Эх, Николай, Николай! Не зря тебя звали Сухарем. Ох, не зря! Стране… нужен… уголь… И сидишь ты теперь один-одинешенек, а уголь твой уже сгорел в топках и домнах, и даже чугун и сталь, что на нем выплавили, сгнили, соржавели. А сосед вон, Сапожников, вместе ведь в парнях гулеванили, скоро уже правнуков качать будет. А ведь тоже не сидел без дела — и воевал, и на заводе не в последних ходил, и дом сам выстроил, свой, родовой дом… А у тебя и дом-то купленный, чужим счастьем в нем пахнет, чужой жизнью.

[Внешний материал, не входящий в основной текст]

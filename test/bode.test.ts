/**
 * Bode plot: the hand transfer function drawn, its corners marked where |H| is
 * 3 dB below midband, and ngspice 39 Level 1's response (the exported deck)
 * overlaid and close to it in the midband and at the corners.
 */
import { describe, expect, it } from "vitest";
import { analyzeStage } from "../lib/bias/analyze.js";
import { analyzeFrequency, handResponse } from "../lib/bias/frequency.js";
import { simulateFrequency } from "../lib/bias/frequency-sim.js";
import type { Stage } from "../lib/bias/topology.js";
import { bodePlot } from "../lib/plot/bode.js";
import { amperesPerVoltSquared, farads, hertz, meters, ohms, perVolt, volts } from "../lib/quantity.js";

// Invented: a PMOS common source on a 25 nm oxide, driven from 2 kΩ into 47 kΩ ∥ 22 pF.
const stage: Stage = {
  topology: "four-resistor",
  name: "sensor buffer (invented)",
  device: {
    card: { name: "test-p", polarity: "pmos", kp: amperesPerVoltSquared(40e-6), vt0: volts(-0.8), lambda: perVolt(0.03), capacitance: { tox: meters(25e-9), cgso: 3e-10 as never, cgdo: 3e-10 as never, cj: 4e-4 as never, cjsw: 3e-10 as never, diffusionLength: meters(2e-6) }, provenance: "invented for the tests" },
    w: meters(60e-6),
    l: meters(1e-6),
  },
  components: { rg1: ohms(330e3), rg2: ohms(820e3), rd: ohms(8.2e3), rs: ohms(2.2e3) },
  supplies: { vdd: volts(9) },
};

describe("Bode plot", () => {
  const dc = analyzeStage(stage as never);
  const fa = analyzeFrequency(stage, dc, { source: { resistance: ohms(2e3) }, load: { resistance: ohms(47e3), capacitance: farads(22e-12) }, targets: { lowCorner: hertz(50) }, series: "E6" });
  it("marks the corners 3 dB below midband on the hand curve", () => {
    const h = handResponse(fa, [fa.low!.corner, fa.high.corner, Math.sqrt(fa.low!.corner * fa.high.corner)]);
    expect(h.magnitude[0]! / Math.abs(fa.midbandGain)).toBeCloseTo(Math.SQRT1_2, 6);
    expect(h.magnitude[1]! / Math.abs(fa.midbandGain)).toBeCloseTo(Math.SQRT1_2, 6);
    expect(h.magnitude[2]! / Math.abs(fa.midbandGain)).toBeGreaterThan(0.99);
    // inverting stage: midband phase ±180°
    expect(Math.abs(Math.abs(h.phaseDeg[2]!) - 180)).toBeLessThan(5);
    const p = bodePlot(fa);
    expect(p.kind).toBe("bode");
    expect(p.figure.data.filter((t) => t.meta?.role === "corner").length).toBeGreaterThanOrEqual(2);
    expect(p.figure.layout.xaxis.type).toBe("log");
  });
  it("overlays ngspice 39 Level 1's response, which agrees with the hand curve within 0.5 dB in the midband and 1 dB at the corners", () => {
    const sim = simulateFrequency(stage, dc, fa);
    const p = bodePlot(fa, { simulated: sim });
    expect(p.figure.data.some((t) => t.meta?.role === "magnitude" && t.meta.source !== "hand")).toBe(true);
    const at = (f: number) => {
      let k = 0;
      for (let i = 1; i < sim.frequency.length; i++) if (Math.abs(Math.log(sim.frequency[i]! / f)) < Math.abs(Math.log(sim.frequency[k]! / f))) k = i;
      return k;
    };
    for (const [f, tol] of [[Math.sqrt(fa.low!.corner * fa.high.corner), 0.5], [fa.low!.corner, 1], [fa.high.corner, 1]] as const) {
      const k = at(f);
      const hand = handResponse(fa, [sim.frequency[k]!]).magnitude[0]!;
      expect(Math.abs(20 * Math.log10(sim.magnitude[k]! / hand))).toBeLessThan(tol);
    }
  });
});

Где-то, видать, ошибся ты. Может, в самом начале, когда собрал котомку и ушел в только еще организующуюся геологоразведку, а может, злость тебя сгубила. Та злость, которая зародилась в тебе тогда, зимой сорок первого — сорок второго в Тихвинских болотах, когда ты, переодевшись в немецкую шинель, напялив на уши каску, стоял с котелком среди фашистов небритый, вымерзший до костей у походной немецкой кухни и ждал, когда тебе кругломордый, розовощекий повар шлепнет в котелок каши. Из жалости шлепнет, потому что ты по взглядам чувствовал: они, эти веселые и так же, как ты, небритые, но сытые, хорошо вооруженные, воюющие по расписанию — фашисты! враги! гады! — видят, что ты вылез из топи болотной, пришел оттуда, с русской стороны, как нищий, как последняя забитая собака, пришел за подаянием. Они из жалости или особого рода садизма дадут тебе съесть кашу и вернуться к своим, они знали, что ты будешь убит, что у вас не хватает солдат, винтовок, что патроны выдаются по счету, что две оставшиеся после обстрелов пушечки-тридцатимиллиметровки вашего артдивизиона не имеют снарядов — они все знали. Они дали тебе возможность спокойно поесть и вернуться в расположение взвода. Ты шел и знал, что тебя не убьют выстрелом в спину, незачем просто, ты чувствовал себя оплеванным и со злобой, с лютой ненавистью мял, пропускал сквозь пальцы кашу, которую тайком спрятал в кармане, для командира взвода — лейтенанта, он не ходил к немцам, ему это не позволяла офицерская честь и загнившие, усеянные белыми червями раны на ногах.